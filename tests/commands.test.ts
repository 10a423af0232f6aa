/**
 * The commands as library calls on the bundled sample archive (kb-samples/): eval, tune (with its
 * config and report), the KB fingerprint check, span-aligned evaluation, agreement, and the demo.
 */
import { mkdtempSync, readFileSync, rmSync, writeFileSync } from "node:fs";
import { tmpdir } from "node:os";
import { join } from "node:path";
import { afterAll, beforeAll, describe, expect, it } from "vitest";
import { agree } from "../src/commands/agree.js";
import { SAMPLES_DIR } from "../src/commands/demo.js";
import { evaluate, readLabeled, warnUnknownGold } from "../src/commands/evaluate.js";
import { index } from "../src/commands/index-table.js";
import { link } from "../src/commands/link.js";
import { tune } from "../src/commands/tune.js";
import type { AlignedEvalReport } from "../src/evaluate/align.js";
import { formatEvalTable } from "../src/evaluate/format.js";
import type { EvalReport } from "../src/evaluate/metrics.js";
import { openKb } from "../src/kb/kb.js";
import { createLinker } from "../src/link/linker.js";
import { InputError } from "../src/util/errors.js";

const dir = mkdtempSync(join(tmpdir(), "hawser-commands-"));
afterAll(() => rmSync(dir, { recursive: true, force: true }));
const kb = join(dir, "gazette.kb");
const gold = join(SAMPLES_DIR, "gazette-gold.jsonl");

beforeAll(async () => {
  await index({ table: join(SAMPLES_DIR, "gazette-entities.csv"), out: kb, progress: false });
});

describe("tune on the sample labeled set", () => {
  it("reports held-out figures not worse than the defaults', deterministically", async () => {
    const a = await tune({ kb, gold, out: join(dir, "a.json"), report: join(dir, "report.html") });
    const b = await tune({ kb, gold, out: join(dir, "b.json") });
    const f = a.result.figures;
    console.log(
      `sample set: link F1 defaults ${f.defaults.linkF1.toFixed(4)}, tuned held-out ${f.heldOut.linkF1.toFixed(4)}, in-sample ${f.inSample.linkF1.toFixed(4)}`,
    );
    expect(f.heldOut.linkF1).toBeGreaterThanOrEqual(f.defaults.linkF1);
    expect(b.config.weights).toEqual(a.config.weights);
    expect([b.config.threshold, b.config.minMargin]).toEqual([a.config.threshold, a.config.minMargin]);
    const written = JSON.parse(readFileSync(join(dir, "a.json"), "utf8"));
    expect(written.format).toBe("hawser-config");
    expect(written.kb.entities).toBe(337);
    const html = readFileSync(join(dir, "report.html"), "utf8");
    expect(html).toMatch(/^<!DOCTYPE html>/i);
    expect(html).not.toMatch(/<script[^>]+src=|<link[^>]+href="http/);
  });

  it("a tuned config changes eval, and is refused for another KB unless forced", async () => {
    const cfg = join(dir, "a.json");
    const tuned = (await evaluate({ kb, gold, config: cfg })) as EvalReport;
    const plain = (await evaluate({ kb, gold })) as EvalReport;
    expect(tuned.overall.linkF1).not.toBe(plain.overall.linkF1);
    const other = join(dir, "other.csv");
    writeFileSync(other, "id,name,type\nX1,Port Quell,town\n");
    const otherKb = join(dir, "other.kb");
    await index({ table: other, out: otherKb, progress: false });
    const mentions = join(SAMPLES_DIR, "gazette-mentions.jsonl");
    await expect(
      link({ kb: otherKb, mentions, config: cfg, out: join(dir, "x.jsonl"), warn: () => {} }),
    ).rejects.toThrow(/tuned on another KB/);
    await expect(
      link({ kb: otherKb, mentions, config: cfg, force: true, out: join(dir, "x.jsonl"), warn: () => {} }),
    ).resolves.toMatchObject({
      mentions: 1238,
    });
  });
});

describe("eval", () => {
  it("measures the samples and aligns predicted spans", async () => {
    const direct = (await evaluate({ kb, gold })) as EvalReport;
    expect(direct.overall.mentions).toBe(1238);
    expect(direct.candidateRecall.atAll).toBeGreaterThan(0.95);
    const predicted = join(dir, "spans-links.jsonl");
    await link({
      kb,
      mentions: join(SAMPLES_DIR, "articles/spans.jsonl"),
      documents: join(SAMPLES_DIR, "articles/documents.jsonl"),
      window: { sentences: 1 },
      out: predicted,
      warn: () => {},
    });
    const strict = (await evaluate({ kb, gold, predicted, spanMatch: "strict" })) as AlignedEvalReport;
    expect(strict.alignment.matched).toBe(1238);
    expect(strict.alignment.unmatchedGold).toBe(0);
    // Shift every predicted span by one character: strict matches none, relaxed matches all.
    const shifted = join(dir, "shifted.jsonl");
    const rows = readFileSync(predicted, "utf8")
      .trim()
      .split("\n")
      .map((l) => JSON.parse(l));
    writeFileSync(
      shifted,
      rows.map((r) => JSON.stringify({ ...r, start: r.start + 1, end: r.end + 1 })).join("\n"),
    );
    const s2 = (await evaluate({ kb, gold, predicted: shifted, spanMatch: "strict" })) as AlignedEvalReport;
    expect(s2.alignment.matched).toBe(0);
    expect(s2.alignment.unmatchedPredicted).toBe(1238);
    // The text report says how the spans matched, as the JSON does.
    const text = formatEvalTable(s2);
    expect(text).toMatch(/gold unmatched\s+1238/);
    expect(text).toMatch(/predicted unmatched\s+1238/);
    expect(text).toContain("end to end");
    const r2 = (await evaluate({ kb, gold, predicted: shifted, spanMatch: "relaxed" })) as AlignedEvalReport;
    expect(r2.alignment.matched).toBe(1238);
  });

  it("refuses --span-match without --predicted, and an empty labeled set", async () => {
    await expect(evaluate({ kb, gold, spanMatch: "strict" })).rejects.toThrow(/needs --predicted/);
    const empty = join(dir, "empty.jsonl");
    writeFileSync(empty, "");
    await expect(evaluate({ kb, gold: empty })).rejects.toBeInstanceOf(InputError);
  });
});

describe("gold ids the KB lacks", () => {
  it("are counted in a warning naming the first and their lines; none for the sample set", async () => {
    const kbFile = openKb(kb);
    try {
      const labeled = await readLabeled(gold);
      const warnings: string[] = [];
      expect(warnUnknownGold(kbFile, labeled, gold, (m) => warnings.push(m))).toBe(0);
      expect(warnings).toEqual([]);
      const first = labeled.find((m) => m.gold !== null)!;
      const renamed = labeled.map((m) => (m === first ? { ...m, gold: "X-renamed" } : m));
      expect(warnUnknownGold(kbFile, renamed, "g.jsonl", (m) => warnings.push(m))).toBe(1);
      expect(warnings[0]).toContain(
        `g.jsonl: 1 of 1238 gold ids are not in the KB ("X-renamed" on line ${first.source!.line})`,
      );
    } finally {
      kbFile.close();
    }
  });
});

describe("link rows", () => {
  it("return the linked entity's attributes (the table's other columns), none for NIL", () => {
    const k = openKb(kb);
    try {
      const linker = createLinker(k);
      // kb-samples/gazette-entities.csv: T0002 Stenmouth, river Sten, county Ambry Vale.
      const row = linker.link({ id: "a", text: "Stenmouth", type: "LOC" });
      expect(row.entity).toBe("T0002");
      expect(row.attributes).toEqual({ river: "Sten", county: "Ambry Vale" });
      const nil = linker.link({ id: "b", text: "Quorley Xandervane", type: "PER" });
      expect(nil.entity).toBeNull();
      expect(nil.attributes).toBeUndefined();
    } finally {
      k.close();
    }
  });
});

describe("agree", () => {
  it("counts agreement between two labelers and lists the disagreements", async () => {
    const lines = readFileSync(gold, "utf8")
      .trim()
      .split("\n")
      .slice(0, 100)
      .map((l) => JSON.parse(l));
    const a = join(dir, "a.jsonl");
    const b = join(dir, "b.jsonl");
    writeFileSync(a, lines.map((l) => JSON.stringify(l)).join("\n"));
    // Labeler B calls the first ten linked mentions NIL.
    let changed = 0;
    const other = lines.map((l) => {
      if (l.gold === null || changed >= 10) return l;
      changed++;
      return { ...l, gold: null };
    });
    writeFileSync(b, other.map((l) => JSON.stringify(l)).join("\n"));
    const out = join(dir, "disagreements.jsonl");
    const r = await agree({ a, b, out });
    expect(r.n).toBe(100);
    expect(r.observed).toBeCloseTo(0.9, 12);
    expect(r.disagreements).toHaveLength(10);
    expect(readFileSync(out, "utf8").trim().split("\n")).toHaveLength(10);
    expect(r.kappa).toBeLessThan(r.observed);
  });
});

•••

- TASK INSTRUCTIONS
Line by line, check the data above for the word "rmSync" and state how many lines contain it. Give only the number.

- EXERCISE RESPONSE
2